▶ Items from a dataset:
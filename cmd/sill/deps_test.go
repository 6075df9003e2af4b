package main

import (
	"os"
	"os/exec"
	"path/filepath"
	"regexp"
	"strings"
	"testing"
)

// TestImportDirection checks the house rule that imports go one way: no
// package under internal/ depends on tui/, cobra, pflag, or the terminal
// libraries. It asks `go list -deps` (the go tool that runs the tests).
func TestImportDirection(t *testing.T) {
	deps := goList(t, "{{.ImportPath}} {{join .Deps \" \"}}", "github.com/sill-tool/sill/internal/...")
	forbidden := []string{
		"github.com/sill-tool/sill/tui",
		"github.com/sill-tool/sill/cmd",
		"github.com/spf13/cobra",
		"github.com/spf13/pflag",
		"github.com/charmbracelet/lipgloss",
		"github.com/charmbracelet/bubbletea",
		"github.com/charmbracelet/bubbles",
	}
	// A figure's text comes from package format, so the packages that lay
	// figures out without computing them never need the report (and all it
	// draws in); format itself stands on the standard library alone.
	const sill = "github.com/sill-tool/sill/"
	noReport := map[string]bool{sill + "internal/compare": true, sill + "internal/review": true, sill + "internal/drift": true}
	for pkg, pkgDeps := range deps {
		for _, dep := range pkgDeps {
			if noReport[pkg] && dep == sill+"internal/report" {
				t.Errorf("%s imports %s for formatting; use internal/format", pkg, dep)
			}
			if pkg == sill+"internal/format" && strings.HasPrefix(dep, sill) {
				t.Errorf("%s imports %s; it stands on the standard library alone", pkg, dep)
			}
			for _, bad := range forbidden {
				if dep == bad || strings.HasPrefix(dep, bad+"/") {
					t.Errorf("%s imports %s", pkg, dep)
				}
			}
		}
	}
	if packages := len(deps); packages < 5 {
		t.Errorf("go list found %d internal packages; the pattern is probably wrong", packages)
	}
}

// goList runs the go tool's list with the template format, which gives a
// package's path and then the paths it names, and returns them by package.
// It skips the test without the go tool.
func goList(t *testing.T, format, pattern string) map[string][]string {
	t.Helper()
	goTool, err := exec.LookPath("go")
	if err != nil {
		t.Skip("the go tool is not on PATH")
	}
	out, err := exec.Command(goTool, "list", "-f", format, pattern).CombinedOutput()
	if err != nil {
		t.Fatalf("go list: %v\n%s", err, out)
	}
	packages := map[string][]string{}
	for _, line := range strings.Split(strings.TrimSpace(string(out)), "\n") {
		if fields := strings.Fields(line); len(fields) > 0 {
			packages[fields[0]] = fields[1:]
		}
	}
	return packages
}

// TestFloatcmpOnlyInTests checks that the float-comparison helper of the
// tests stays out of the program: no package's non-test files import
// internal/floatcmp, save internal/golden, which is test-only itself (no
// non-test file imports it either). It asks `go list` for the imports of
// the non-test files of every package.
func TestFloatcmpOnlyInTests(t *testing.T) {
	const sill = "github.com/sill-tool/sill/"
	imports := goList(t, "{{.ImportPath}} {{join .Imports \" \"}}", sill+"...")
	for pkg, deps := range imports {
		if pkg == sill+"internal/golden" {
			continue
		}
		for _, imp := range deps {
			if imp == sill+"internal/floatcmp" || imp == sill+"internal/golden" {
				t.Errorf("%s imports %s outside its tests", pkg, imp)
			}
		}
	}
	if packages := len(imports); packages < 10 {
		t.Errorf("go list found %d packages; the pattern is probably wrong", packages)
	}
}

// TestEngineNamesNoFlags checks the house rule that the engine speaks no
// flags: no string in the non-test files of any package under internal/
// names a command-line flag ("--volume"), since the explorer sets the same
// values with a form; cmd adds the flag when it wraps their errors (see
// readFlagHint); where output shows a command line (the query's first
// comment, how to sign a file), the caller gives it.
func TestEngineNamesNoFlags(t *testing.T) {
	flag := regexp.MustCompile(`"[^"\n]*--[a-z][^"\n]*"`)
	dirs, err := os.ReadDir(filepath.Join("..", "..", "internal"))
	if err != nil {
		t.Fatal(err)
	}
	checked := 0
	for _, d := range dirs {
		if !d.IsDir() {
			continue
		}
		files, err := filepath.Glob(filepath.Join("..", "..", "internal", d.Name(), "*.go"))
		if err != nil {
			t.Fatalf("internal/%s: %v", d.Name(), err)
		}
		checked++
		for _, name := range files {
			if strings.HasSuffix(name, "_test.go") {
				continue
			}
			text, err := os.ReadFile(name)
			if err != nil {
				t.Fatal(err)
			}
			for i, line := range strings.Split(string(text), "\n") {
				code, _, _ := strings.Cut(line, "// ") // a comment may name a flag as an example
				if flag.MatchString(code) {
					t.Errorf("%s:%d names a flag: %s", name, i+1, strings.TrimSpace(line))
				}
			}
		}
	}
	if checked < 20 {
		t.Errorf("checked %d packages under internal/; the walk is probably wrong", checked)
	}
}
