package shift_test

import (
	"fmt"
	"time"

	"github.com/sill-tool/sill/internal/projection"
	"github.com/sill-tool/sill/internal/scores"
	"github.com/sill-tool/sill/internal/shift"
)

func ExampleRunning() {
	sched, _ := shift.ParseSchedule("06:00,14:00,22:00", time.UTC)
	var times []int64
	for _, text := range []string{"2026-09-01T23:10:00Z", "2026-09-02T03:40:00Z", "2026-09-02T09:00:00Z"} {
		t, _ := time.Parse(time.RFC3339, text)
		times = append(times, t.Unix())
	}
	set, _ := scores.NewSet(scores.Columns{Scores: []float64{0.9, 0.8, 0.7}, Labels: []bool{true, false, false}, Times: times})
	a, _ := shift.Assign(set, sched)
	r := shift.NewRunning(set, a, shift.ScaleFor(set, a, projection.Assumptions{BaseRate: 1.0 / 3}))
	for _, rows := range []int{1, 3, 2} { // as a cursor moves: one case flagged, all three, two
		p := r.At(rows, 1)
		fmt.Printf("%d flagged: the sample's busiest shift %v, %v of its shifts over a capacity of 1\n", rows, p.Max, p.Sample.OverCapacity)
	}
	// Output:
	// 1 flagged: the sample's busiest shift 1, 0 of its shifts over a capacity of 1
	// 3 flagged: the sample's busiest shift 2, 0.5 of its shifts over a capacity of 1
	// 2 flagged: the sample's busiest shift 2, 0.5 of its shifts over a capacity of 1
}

==

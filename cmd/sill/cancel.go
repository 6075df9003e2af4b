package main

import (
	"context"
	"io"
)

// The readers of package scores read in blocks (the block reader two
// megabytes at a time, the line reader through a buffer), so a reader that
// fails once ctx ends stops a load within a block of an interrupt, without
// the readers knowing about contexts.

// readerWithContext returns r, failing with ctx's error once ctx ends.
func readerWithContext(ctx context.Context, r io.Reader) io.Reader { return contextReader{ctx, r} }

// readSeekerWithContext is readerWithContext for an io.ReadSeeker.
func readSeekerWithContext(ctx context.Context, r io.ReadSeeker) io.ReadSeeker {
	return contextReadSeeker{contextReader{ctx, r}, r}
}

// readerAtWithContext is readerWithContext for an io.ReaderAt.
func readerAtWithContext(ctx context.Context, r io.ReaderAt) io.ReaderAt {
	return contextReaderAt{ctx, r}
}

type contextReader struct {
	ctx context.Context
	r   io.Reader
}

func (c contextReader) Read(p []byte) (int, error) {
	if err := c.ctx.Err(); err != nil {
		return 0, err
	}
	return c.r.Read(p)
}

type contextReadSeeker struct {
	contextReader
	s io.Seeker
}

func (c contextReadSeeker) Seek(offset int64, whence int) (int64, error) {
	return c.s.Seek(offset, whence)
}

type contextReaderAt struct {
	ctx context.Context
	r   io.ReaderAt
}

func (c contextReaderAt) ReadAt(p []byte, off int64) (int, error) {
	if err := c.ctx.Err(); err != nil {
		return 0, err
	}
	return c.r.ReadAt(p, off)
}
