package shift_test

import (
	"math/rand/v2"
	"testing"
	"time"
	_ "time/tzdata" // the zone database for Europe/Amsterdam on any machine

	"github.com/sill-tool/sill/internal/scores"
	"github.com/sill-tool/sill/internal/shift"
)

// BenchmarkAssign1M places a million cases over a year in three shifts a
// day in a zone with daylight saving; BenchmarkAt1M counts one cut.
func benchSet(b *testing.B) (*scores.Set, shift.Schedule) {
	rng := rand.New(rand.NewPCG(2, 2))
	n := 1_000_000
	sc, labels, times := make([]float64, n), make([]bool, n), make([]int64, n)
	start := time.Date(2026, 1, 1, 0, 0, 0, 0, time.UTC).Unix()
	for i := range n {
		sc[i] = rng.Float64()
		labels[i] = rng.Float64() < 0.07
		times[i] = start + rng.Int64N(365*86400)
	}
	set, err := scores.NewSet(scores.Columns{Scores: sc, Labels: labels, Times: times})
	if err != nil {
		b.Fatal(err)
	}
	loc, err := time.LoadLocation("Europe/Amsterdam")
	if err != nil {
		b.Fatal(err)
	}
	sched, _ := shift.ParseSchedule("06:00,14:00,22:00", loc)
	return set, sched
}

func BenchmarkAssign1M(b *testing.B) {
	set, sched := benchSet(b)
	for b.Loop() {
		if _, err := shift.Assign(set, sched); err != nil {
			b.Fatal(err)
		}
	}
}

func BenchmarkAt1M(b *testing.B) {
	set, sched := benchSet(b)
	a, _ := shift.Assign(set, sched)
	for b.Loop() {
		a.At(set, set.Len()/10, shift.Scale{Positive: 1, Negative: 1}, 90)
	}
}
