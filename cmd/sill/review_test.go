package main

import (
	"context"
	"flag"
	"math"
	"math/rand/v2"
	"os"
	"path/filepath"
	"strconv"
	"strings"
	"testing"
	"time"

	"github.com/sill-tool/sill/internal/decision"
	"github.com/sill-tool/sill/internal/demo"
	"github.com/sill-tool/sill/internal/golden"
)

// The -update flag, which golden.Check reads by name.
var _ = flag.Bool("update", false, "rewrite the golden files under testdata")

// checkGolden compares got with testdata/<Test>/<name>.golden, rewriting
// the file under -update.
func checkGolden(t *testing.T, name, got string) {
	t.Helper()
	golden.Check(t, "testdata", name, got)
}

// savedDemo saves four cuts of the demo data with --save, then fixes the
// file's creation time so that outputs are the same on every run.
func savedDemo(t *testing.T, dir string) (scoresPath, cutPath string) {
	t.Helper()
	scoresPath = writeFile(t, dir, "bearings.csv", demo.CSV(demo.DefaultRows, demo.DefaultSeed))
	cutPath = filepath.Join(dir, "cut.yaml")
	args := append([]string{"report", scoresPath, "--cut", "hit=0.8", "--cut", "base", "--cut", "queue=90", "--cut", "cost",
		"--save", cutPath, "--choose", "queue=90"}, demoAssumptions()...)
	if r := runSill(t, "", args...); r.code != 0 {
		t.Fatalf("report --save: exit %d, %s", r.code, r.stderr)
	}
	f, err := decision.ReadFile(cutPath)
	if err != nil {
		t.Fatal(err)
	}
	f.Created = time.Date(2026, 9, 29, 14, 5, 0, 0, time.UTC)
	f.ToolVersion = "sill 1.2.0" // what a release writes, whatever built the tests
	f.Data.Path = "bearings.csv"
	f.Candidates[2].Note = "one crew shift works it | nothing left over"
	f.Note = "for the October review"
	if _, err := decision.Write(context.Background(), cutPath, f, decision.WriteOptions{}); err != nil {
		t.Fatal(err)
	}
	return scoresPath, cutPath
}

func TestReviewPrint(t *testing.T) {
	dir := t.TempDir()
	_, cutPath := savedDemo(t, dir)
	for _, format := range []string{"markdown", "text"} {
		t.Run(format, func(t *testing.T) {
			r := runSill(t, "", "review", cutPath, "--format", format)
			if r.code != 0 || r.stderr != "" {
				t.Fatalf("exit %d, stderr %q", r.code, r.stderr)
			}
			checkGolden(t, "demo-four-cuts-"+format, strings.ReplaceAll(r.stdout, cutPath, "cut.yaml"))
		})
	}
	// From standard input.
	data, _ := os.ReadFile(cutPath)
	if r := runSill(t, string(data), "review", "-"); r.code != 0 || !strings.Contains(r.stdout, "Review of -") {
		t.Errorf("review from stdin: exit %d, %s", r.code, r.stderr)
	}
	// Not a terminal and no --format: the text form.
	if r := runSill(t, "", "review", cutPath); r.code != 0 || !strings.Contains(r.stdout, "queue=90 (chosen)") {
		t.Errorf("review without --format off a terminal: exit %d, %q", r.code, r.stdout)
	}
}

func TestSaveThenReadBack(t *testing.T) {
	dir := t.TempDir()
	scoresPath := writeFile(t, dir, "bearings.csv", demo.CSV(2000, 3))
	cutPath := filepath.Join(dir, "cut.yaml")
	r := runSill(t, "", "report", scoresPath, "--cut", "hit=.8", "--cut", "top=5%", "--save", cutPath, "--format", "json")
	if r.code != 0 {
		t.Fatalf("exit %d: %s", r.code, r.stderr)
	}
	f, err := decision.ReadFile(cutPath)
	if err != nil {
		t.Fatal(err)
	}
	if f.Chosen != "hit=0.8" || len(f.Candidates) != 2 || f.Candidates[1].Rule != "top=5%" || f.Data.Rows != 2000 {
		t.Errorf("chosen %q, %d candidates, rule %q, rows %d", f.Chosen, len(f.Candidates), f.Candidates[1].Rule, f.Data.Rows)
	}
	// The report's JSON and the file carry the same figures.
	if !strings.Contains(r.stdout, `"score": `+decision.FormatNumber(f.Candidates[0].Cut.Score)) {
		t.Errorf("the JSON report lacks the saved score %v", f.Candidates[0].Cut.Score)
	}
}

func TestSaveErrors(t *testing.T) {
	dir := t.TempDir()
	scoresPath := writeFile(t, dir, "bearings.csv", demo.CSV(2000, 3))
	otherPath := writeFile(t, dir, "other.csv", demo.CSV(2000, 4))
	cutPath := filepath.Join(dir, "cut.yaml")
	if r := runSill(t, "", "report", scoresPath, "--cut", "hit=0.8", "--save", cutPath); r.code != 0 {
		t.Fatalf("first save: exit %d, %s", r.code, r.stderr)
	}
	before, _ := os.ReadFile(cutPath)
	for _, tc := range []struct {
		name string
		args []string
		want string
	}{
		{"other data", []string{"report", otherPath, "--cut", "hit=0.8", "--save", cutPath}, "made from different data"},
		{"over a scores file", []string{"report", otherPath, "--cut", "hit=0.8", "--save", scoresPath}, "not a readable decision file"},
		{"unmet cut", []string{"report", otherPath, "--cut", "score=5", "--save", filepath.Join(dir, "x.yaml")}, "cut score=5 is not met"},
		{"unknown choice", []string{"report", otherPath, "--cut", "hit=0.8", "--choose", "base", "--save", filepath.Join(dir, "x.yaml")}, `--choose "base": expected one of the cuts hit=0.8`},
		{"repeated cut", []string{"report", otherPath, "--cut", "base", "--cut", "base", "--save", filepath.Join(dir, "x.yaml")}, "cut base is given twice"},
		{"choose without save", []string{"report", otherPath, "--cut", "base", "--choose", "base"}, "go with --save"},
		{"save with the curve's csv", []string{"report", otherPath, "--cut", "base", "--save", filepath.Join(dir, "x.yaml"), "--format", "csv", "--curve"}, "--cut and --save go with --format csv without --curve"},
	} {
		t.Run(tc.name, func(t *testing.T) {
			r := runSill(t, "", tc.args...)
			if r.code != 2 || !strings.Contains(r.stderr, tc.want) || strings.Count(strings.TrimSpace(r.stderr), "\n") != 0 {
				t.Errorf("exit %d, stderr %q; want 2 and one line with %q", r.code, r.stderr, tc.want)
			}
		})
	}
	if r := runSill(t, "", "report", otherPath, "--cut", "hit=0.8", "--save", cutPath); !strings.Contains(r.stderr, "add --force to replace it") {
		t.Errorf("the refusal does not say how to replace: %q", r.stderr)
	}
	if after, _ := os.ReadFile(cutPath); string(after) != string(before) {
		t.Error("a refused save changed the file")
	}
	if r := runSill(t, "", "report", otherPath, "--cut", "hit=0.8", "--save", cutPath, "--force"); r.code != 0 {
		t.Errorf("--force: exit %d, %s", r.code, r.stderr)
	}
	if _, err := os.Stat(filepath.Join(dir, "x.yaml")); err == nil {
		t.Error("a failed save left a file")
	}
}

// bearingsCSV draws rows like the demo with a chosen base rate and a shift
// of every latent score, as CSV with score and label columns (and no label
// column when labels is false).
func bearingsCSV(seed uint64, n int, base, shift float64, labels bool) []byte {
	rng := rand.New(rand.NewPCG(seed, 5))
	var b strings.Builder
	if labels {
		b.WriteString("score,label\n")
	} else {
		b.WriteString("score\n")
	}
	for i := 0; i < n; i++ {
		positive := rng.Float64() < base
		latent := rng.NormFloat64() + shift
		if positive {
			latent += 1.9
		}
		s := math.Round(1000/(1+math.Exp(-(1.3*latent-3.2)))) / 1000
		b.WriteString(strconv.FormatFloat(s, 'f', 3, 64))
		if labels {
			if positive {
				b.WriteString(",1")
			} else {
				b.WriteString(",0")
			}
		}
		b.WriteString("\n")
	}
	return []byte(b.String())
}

▶ Problem: Above are the entries; copy out every line among them that contains the word "yaml".

▶ Solution for this exercise:
	cutPath = filepath.Join(dir, "cut.yaml")
			checkGolden(t, "demo-four-cuts-"+format, strings.ReplaceAll(r.stdout, cutPath, "cut.yaml"))
	cutPath := filepath.Join(dir, "cut.yaml")
	cutPath := filepath.Join(dir, "cut.yaml")
		{"unmet cut", []string{"report", otherPath, "--cut", "score=5", "--save", filepath.Join(dir, "x.yaml")}, "cut score=5 is not met"},
		{"unknown choice", []string{"report", otherPath, "--cut", "hit=0.8", "--choose", "base", "--save", filepath.Join(dir, "x.yaml")}, `--choose "base": expected one of the cuts hit=0.8`},
		{"repeated cut", []string{"report", otherPath, "--cut", "base", "--cut", "base", "--save", filepath.Join(dir, "x.yaml")}, "cut base is given twice"},
		{"save with the curve's csv", []string{"report", otherPath, "--cut", "base", "--save", filepath.Join(dir, "x.yaml"), "--format", "csv", "--curve"}, "--cut and --save go with --format csv without --curve"},
	if _, err := os.Stat(filepath.Join(dir, "x.yaml")); err == nil {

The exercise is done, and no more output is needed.